# White Debate: Is the New Testament Evil?



## Porter

Dr. White has a debate upcoming on August 30th on the topic Is the New Testament Evil? (previously to be against Christopher Hitchens, now David Silverman). 

My question is (and this is posed because I was too lazy to research the issue): what is the thrust of the argument that Silverman (previously Hitchens) makes in affirming that the NT is evil?


----------



## Repre5entYHWH

i believe it is concerning the morality put forth in the new testament.


----------



## Porter

I was thinking the same thing, Josh. I was just wondering what their premise might be.


----------



## Semper Fidelis

Cameron,

The typical new Atheist argument is to argue that modern society agrees that certain principles are "moral". Under humanistic terms, what _is_ becomes normative and so we find ourselves in a state where humanity has evolved socially to a point where certain things are "good" and others are "bad". On the basis of what society currently agrees is "right", they then judge ancient cultures as morally wrong. Do a search some time for the term "out of step" in News and you'll see it is a common term to refer to someone holding on to some outdated view of what is considered good. Reflexively, in our society, nobody wants to be viewed as "out of step" because it is considered bad because the prevailing view is that as man evolves so do societies and so does our sense of propriety. 

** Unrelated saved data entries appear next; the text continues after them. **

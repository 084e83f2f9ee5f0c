"""What a tablet (or the plain form) sends: a whole round, or a single line, as one Entry with an id of its own making.

The same id with the same content again is recognised and adds nothing; what can't be read is answered line by line and
nothing of it is kept, so that the tablet keeps all of it.
"""

from __future__ import annotations

import datetime as dt
import uuid
from collections.abc import Mapping
from dataclasses import dataclass
from typing import Any

from django.db import transaction

from plant.intake import actions, ground, lines, matching, models, moments, numbers, records, rules, shifts, walk
from plant.ledger.models import Book, Row
from plant.readings.models import Reading
from plant.works import actions as works_actions
from plant.works.stated import Stated

KINDS = ("round", "line")
MOST_LINES = 200
CONFIRMED = "looked at twice at entry: the instrument shows this"
_AHEAD = dt.timedelta(minutes=10)
_OLDEST_ROUND = dt.timedelta(hours=36)
_NOT_TAKEN_MOST = 200


class Unreadable(ValueError):
    """What was sent can't be taken. ``problems`` are sentences by the place of the line; ``general`` is about the whole."""

    def __init__(self, problems: Mapping[int, str] | None = None, general: str = "") -> None:
        self.problems = dict(problems or {})
        self.general = general
        super().__init__(general or "; ".join(self.problems.values()))


@dataclass(frozen=True)
class Sent:
    """What came of it: the entry, and per line its reading's ref ("" where it was there already) and its doubts."""

    taken: actions.Taken
    refs: tuple[str, ...]


def take(
    *,
    book: Book,
    stated: Stated,
    client_id: str,
    received: Any,
    by: Any,
    now: dt.datetime,
    attested: str = "session",
    device: str = "",
    noted: Any = None,
) -> Sent:
    """Takes a round or a line into the book. Raises Unreadable, ledger.ContentDiffers.

    ``device`` names an enrolled tablet; without one it is what the sender calls itself. ``noted`` is kept beside what came.
    """
    kind, sent, close, own_name = _shape(client_id, received)
    here = ground.Ground(
        stated, stated.calendar(now), spelling=ground.Spelling(decimal=_decimal(stated, now)), history=records.history_of(book)
    )
    understood = _understood(sent, here, by, now)
    with transaction.atomic():
        works_actions.hold(book)
        recall = matching.Recall(book, [one.reading for one in understood], looking=True)
        fresh = [recall.place(one) != matching.SAME for one in understood]
        rows: list[Row] = [one.reading for one, new in zip(understood, fresh, strict=True) if new]
        rows += [_closing(stated, sent, close, now)] if close is not None else []
        rows += [_taking_over(book, received["take_over"], now)] if "take_over" in received else []
        taken = actions.take(
            book=book,
            client_id=client_id,
            kind=kind,
            received=received,
            rows=rows,
            by=by,
            now=now,
            device=device or own_name,
            attested=attested,
            noted=noted,
            judge=False,
        )
    refs = iter([row.ref for row in taken.rows if isinstance(row, Reading)])
    named = tuple(next(refs, "") if new else "" for new in fresh)
    return Sent(actions.judge_taken(book=book, taken=taken, by=by), named if taken.created else ())


def _shape(client_id: str, received: Any) -> tuple[str, list[dict[str, Any]], dict[str, Any] | None, str]:
    try:
        uuid.UUID(client_id)
    except ValueError:
        raise Unreadable(general="the entry's id is not a UUID") from None
    if not isinstance(received, dict) or received.get("kind") not in KINDS:
        raise Unreadable(general=f"expected an object with kind {' or '.join(KINDS)}")
    sent = received.get("lines", [])
    if not isinstance(sent, list) or not all(isinstance(line, dict) for line in sent):
        raise Unreadable(general="expected lines: a list of objects")
    if len(sent) > MOST_LINES:
        raise Unreadable(general=f"at most {MOST_LINES} lines at a time; send the rest as another entry")
    close = received.get("close")
    if close is not None and not isinstance(close, dict):
        raise Unreadable(general="expected close: an object")
    if "take_over" in received and not isinstance(received["take_over"], dict):
        raise Unreadable(general="expected take_over: an object")
    if not sent and close is None and "take_over" not in received:
        raise Unreadable(general="there is nothing in it yet")
    return received["kind"], sent, close, _text(received, "device", 64)


def _decimal(stated: Stated, at: dt.datetime) -> str:
    return numbers.POINT if stated.works(at).units == "us" else numbers.EITHER


def _understood(sent: list[dict[str, Any]], here: ground.Ground, by: Any, now: dt.datetime) -> list[lines.Taken]:
    problems: dict[int, str] = {}
    found: list[lines.Taken] = []
    for place, line in enumerate(sent):
        try:
            found.append(_line(line, place, here, by, now))
        except (Unreadable, moments.NotATime) as problem:
            problems[place] = str(problem)
    if problems:
        raise Unreadable(problems)
    return found


def _line(line: dict[str, Any], place: int, here: ground.Ground, by: Any, now: dt.datetime) -> lines.Taken:
    value, why_not = _text(line, "value", 80), _text(line, "not_taken", _NOT_TAKEN_MOST)
    if value and why_not:
        raise Unreadable(general="a value and a reason for having none: keep one of them")
    if not value and not why_not:
        raise Unreadable(general="neither a value nor a reason why it was not taken")
    commas = here.decimal == numbers.EITHER
    if value and rules.parse(value, commas=commas) is None:
        raise Unreadable(general="this is not a number")
    note = why_not or _text(line, "note", 1000)
    if line.get("confirmed") is True and value:
        note = f"{note}; {CONFIRMED}" if note else CONFIRMED
    typed = lines.Typed(
        site=_text(line, "site", 80),
        timestamp=taken_at(line, here, now).isoformat(),
        parameter=_text(line, "parameter", 80),
        value=value,
        unit=_text(line, "unit", 24),
        by=str(getattr(by, "display_name", "") or by or "")[:80],
        note=note,
        sample=_text(line, "sample", 40),
        method=_text(line, "method", 60),
    )
    found = lines.read_line(typed, here, line=place + 1)
    if isinstance(found, lines.Refusal):
        raise Unreadable(general=f"read {found.read}; expected {found.expected}")
    return found


def taken_at(line: Mapping[str, Any], here: ground.Ground, now: dt.datetime) -> dt.datetime:
    """When a line was read: its instant, or the latest moment at which the works' clock showed ``clock`` (HH:MM).

    Without either it is now. Raises Unreadable for a time still to come, moments.NotATime.
    """
    clock_text = _text(line, "clock", 5)
    if clock_text:
        at = _on_the_clock(clock_text, here, now)
    elif _text(line, "taken_at", 40):
        at = here.moment(_text(line, "taken_at", 40)).at
    else:
        at = now
    if at > now + _AHEAD:
        raise Unreadable(general=f"{here.calendar.local(at):%d %b %H:%M} is still to come")
    return at.replace(second=0, microsecond=0)


def _on_the_clock(text: str, here: ground.Ground, now: dt.datetime) -> dt.datetime:
    try:
        hour = dt.time.fromisoformat(text)
    except ValueError:
        raise Unreadable(general=f"{text!r} is not a time of day such as 07:30") from None
    today = here.calendar.local(now).date()
    tries = [today, today - dt.timedelta(days=1)]
    moments_ = [here.moment(f"{date}T{hour:%H:%M}").at for date in tries]
    return next((at for at in moments_ if at <= now + _AHEAD), moments_[-1])


def _closing(stated: Stated, sent: list[dict[str, Any]], close: dict[str, Any], now: dt.datetime) -> models.HandOver:
    calendar = stated.calendar(now)
    # A page opened before the change of shifts closes the shift it was opened in.
    meant = _started(close, now) or now
    shift, _ = shifts.on_duty(stated, calendar, meant)
    due = shifts.due_now(stated, calendar, shifts.expected(stated, meant), meant)
    still_open = [str(key)[:120] for key in close.get("open", []) if isinstance(key, str)][:MOST_LINES]
    return models.HandOver(
        day=shift.day,
        shift=shift.name,
        starts_at=shift.start,
        closed_at=now,
        note=_text(close, "note", 4000),
        lines_due=len(due),
        lines_answered=max(len(due) - len(still_open), 0),
        lines_open=still_open,
    )


def _taking_over(book: Book, said: Mapping[str, Any], now: dt.datetime) -> models.TakeOver:
    started = _started(said, now)
    if started is None:
        raise Unreadable(general="take_over: expected starts_at, the start of the shift that is taken over from")
    closed = models.HandOver.objects.filter(book=book, starts_at=started).as_known().order_by("-seq", "-line").first()
    return models.TakeOver(hand_over=closed, from_starts_at=started, taken_at=now)


def _started(close: Mapping[str, Any], now: dt.datetime) -> dt.datetime | None:
    """The start of the shift a round was opened in, where the page says so and it can be."""
    typed = _text(close, "starts_at", 40)
    try:
        found = dt.datetime.fromisoformat(typed) if typed else None
    except ValueError:
        raise Unreadable(general="close: starts_at is not a time") from None
    if found is None or found.tzinfo is None or not now - _OLDEST_ROUND <= found <= now:
        return None
    return found


def _text(line: Mapping[str, Any], name: str, most: int) -> str:
    value = line.get(name)
    if value is None:
        return ""
    if not isinstance(value, str) or len(value) > most or "\x00" in value:
        raise Unreadable(general=f"{name}: expected text of at most {most} characters")
    return value.strip()


def answers(book: Book, stated: Stated, sent: list[dict[str, Any]], now: dt.datetime) -> list[rules.Answer]:
    """The instant answers to lines as they were sent; the plain form asks for them, a tablet has them already."""
    out = []
    for line in sent:
        definition = walk.rules_of(book, stated, now, str(line.get("site", "")), str(line.get("parameter", "")))
        value, unit = str(line.get("value", "")), str(line.get("unit", ""))
        out.append(rules.answer(definition, value, unit, int(now.timestamp())) if definition else rules.Answer(rules.STOPPED))
    return out


def site_sent(parameter: str, unit: str) -> str:
    """Litres typed for a level are a volume; everything else is what it is called."""
    return "volume" if parameter == "level" and unit == "L" else parameter
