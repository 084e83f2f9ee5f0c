"""What to do when a value lies outside a limit, and what to be careful of, in the words of the works' day.

Common practice, no source, except where noted; the works' own procedures, the supplier's safety data sheets and the
local regulator come first, and every sentence here gives way to them. A limit may state its own words in ``do``.
"""

from __future__ import annotations

REPEAT = "Take the sample again and read it again. "

_LOW: dict[str, str] = {
    "free_chlorine": (
        "Look whether the feeder runs, has prime, and its tank is not empty. Put it right, read again within the hour, "
        "and tell the person named below."
    ),
    "total_chlorine": "Look at the feeder and its tank, put it right, and read again within the hour.",
    "pH": "Look at the alkali feeder and the calibration of the pH meter. Raise the dose only by the works' own procedure.",
    "fluoride": "Look at the fluoride feeder and its scale. Do not make up for the lost hours.",
    "hydrogen_peroxide": "Look at the feeder and its container, and whether the raw water has changed.",
    "level": "Do not let the pump run dry. Look when the next delivery is due, and change over if there is a second tank.",
    "weight": "Look when the next container is due, and change over before it runs empty.",
}
_HIGH: dict[str, str] = {
    "free_chlorine": "Reduce or stop the dose by the works' own procedure. Look for a feeder set too high or a siphoning line.",
    "total_chlorine": "Reduce or stop the dose by the works' own procedure, and look for a feeder set too high.",
    "pH": "Look whether an alkali feeder is set too high or siphons. Stop it if it can't be held.",
    "fluoride": "Stop the fluoride feeder and close its valve. Read again before it is started.",
    "turbidity": "Look at the filter, its flow and the coagulant dose. Take the filter out if the works' procedure says so.",
    "hydrogen_peroxide": "Reduce or stop the dose, and look at the quenching that follows it.",
    "iron": "Look at the oxidant dose and the filters.",
    "manganese": "Look at the oxidant dose, the pH and the filters.",
    "total_coliform": "Read the residual there at once. Repeat samples are taken by the works' own plan.",
    "e_coli": "This is urgent: the person named below is told at once. Repeat samples are taken by the works' own plan.",
    "level": "Stop filling and close the fill valve. Look at the overflow and the bund.",
}
_OTHER = "Look at the feeder, the sample line and the instrument, and do what the works' procedure says."

CAUTIONS: dict[str, str] = {
    "free_chlorine": (
        "Hypochlorite burns skin and eyes: goggles and gloves. Never bring it together with acid or another chemical: "
        "chlorine gas. If you smell chlorine, leave and call."
    ),
    "hydrogen_peroxide": (
        "Peroxide burns, and builds pressure when it is dirty or closed in: goggles, gloves, no closed pipe or bottle, "
        "nothing that burns or rusts near it."
    ),
    "pH": "Caustic and acid burn at once and deeply: face shield, gloves, water ready. Never acid and hypochlorite together.",
    "hardness": "Lime and caustic burn eyes and skin, quicklime heats with water: goggles, gloves, dust mask.",
    "fluoride": "Fluoride products are poisonous: no dust in the air, gloves and mask, wash before you eat.",
    "ozone": "Ozone harms the lungs: if you smell it, leave the room and call. Do not enter on the alarm.",
    "chlorine_dioxide": "Chlorine dioxide gas is poisonous and can explode: if you smell it, leave and call.",
}
_CAUTION_OF = {
    "total_chlorine": "free_chlorine",
    "combined_chlorine": "free_chlorine",
    "alkalinity": "pH",
    "p_alkalinity": "pH",
}


def what_to_do(parameter: str, side: str, level: str) -> str:
    """The next step for a value below (``low``) or above (``high``) a limit of a level."""
    words = (_LOW if side == "low" else _HIGH).get(parameter, _OTHER)
    return words if level in ("action", "regulatory") and parameter == "e_coli" else REPEAT + words


def caution(parameter: str) -> str:
    """What to be careful of while doing it; "" where nothing is handled."""
    return CAUTIONS.get(_CAUTION_OF.get(parameter, parameter), "")


DELIVERY: tuple[str, ...] = (
    "Read the papers and the labels of the load, and the label at the fill point: they name the same product.",
    "The fill point is the right one; the caps of all other fill points are locked.",
    "Never acid and hypochlorite, or any two products, in one hose, tank or bund.",
    "Face shield, gloves, apron, boots; shower and eye wash tried; nobody works alone.",
    "There is room for the whole load. Somebody watches the level all the time and can stop the pump.",
    "The driver and the person in charge of the works decide together; the supplier's safety data sheet holds.",
)
ALREADY_UNLOADED: tuple[str, ...] = (
    "Stop the transfer. Close the valves of the fill line and of the tank.",
    "Isolate the feed from this tank: nothing of it goes to the water.",
    "If there is heat, gas or a smell: leave, upwind, and keep others away.",
    "Call the emergency number of the works, the supplier, and the person in charge.",
)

The God of the Scirptures is "out of step" and all an atheist really needs to do to play to the unthinking masses is to appeal to the agreed upon sense that wherever the society currently rests on an issue is good.

This is obviously wrought with problems and suffers, logically, from the "is-ought" fallacy. This is what you're left with, however, when man is the measure of things. There is also a tremendous amount of philosophical naivete that assumes that the sense of morality that our culture has is an evolved sensibility ignoring the impact of wanton sin as well as the restraining effects that Christianity has had on Western culture.


----------



## jwright82

Semper Fidelis said:


> Cameron,
> 
> The typical new Atheist argument is to argue that modern society agrees that certain principles are "moral". Under humanistic terms, what _is_ becomes normative and so we find ourselves in a state where humanity has evolved socially to a point where certain things are "good" and others are "bad". On the basis of what society currently agrees is "right", they then judge ancient cultures as morally wrong. Do a search some time for the term "out of step" in News and you'll see it is a common term to refer to someone holding on to some outdated view of what is considered good. Reflexively, in our society, nobody wants to be viewed as "out of step" because it is considered bad because the prevailing view is that as man evolves so do societies and so does our sense of propriety.
> 
> The God of the Scirptures is "out of step" and all an atheist really needs to do to play to the unthinking masses is to appeal to the agreed upon sense that wherever the society currently rests on an issue is good.
> 
> This is obviously wrought with problems and suffers, logically, from the "is-ought" fallacy. This is what you're left with, however, when man is the measure of things. There is also a tremendous amount of philosophical naivete that assumes that the sense of morality that our culture has is an evolved sensibility ignoring the impact of wanton sin as well as the restraining effects that Christianity has had on Western culture.


 
I read this guy who is a evolutionary psychologest who suggested that sociopaths might be more highly evolved because they are somewhat fitter to survive, being that they don't have things like emotions and morals holding them back.


----------



## Marrow Man

I believe that White chose that topic when scheduling the debate with Hitchens because the latter entitles a chapter in his book, _God Is Not Great_, "The 'New' Testament Exceeds the Evil of the 'Old' One."


----------



## Staphlobob

Semper Fidelis said:


> Cameron,
> 
> The typical new Atheist argument is to argue that modern society agrees that certain principles are "moral". Under humanistic terms, what _is_ becomes normative and so we find ourselves in a state where humanity has evolved socially to a point where certain things are "good" and others are "bad". On the basis of what society currently agrees is "right", they then judge ancient cultures as morally wrong. Do a search some time for the term "out of step" in News and you'll see it is a common term to refer to someone holding on to some outdated view of what is considered good. Reflexively, in our society, nobody wants to be viewed as "out of step" because it is considered bad because the prevailing view is that as man evolves so do societies and so does our sense of propriety.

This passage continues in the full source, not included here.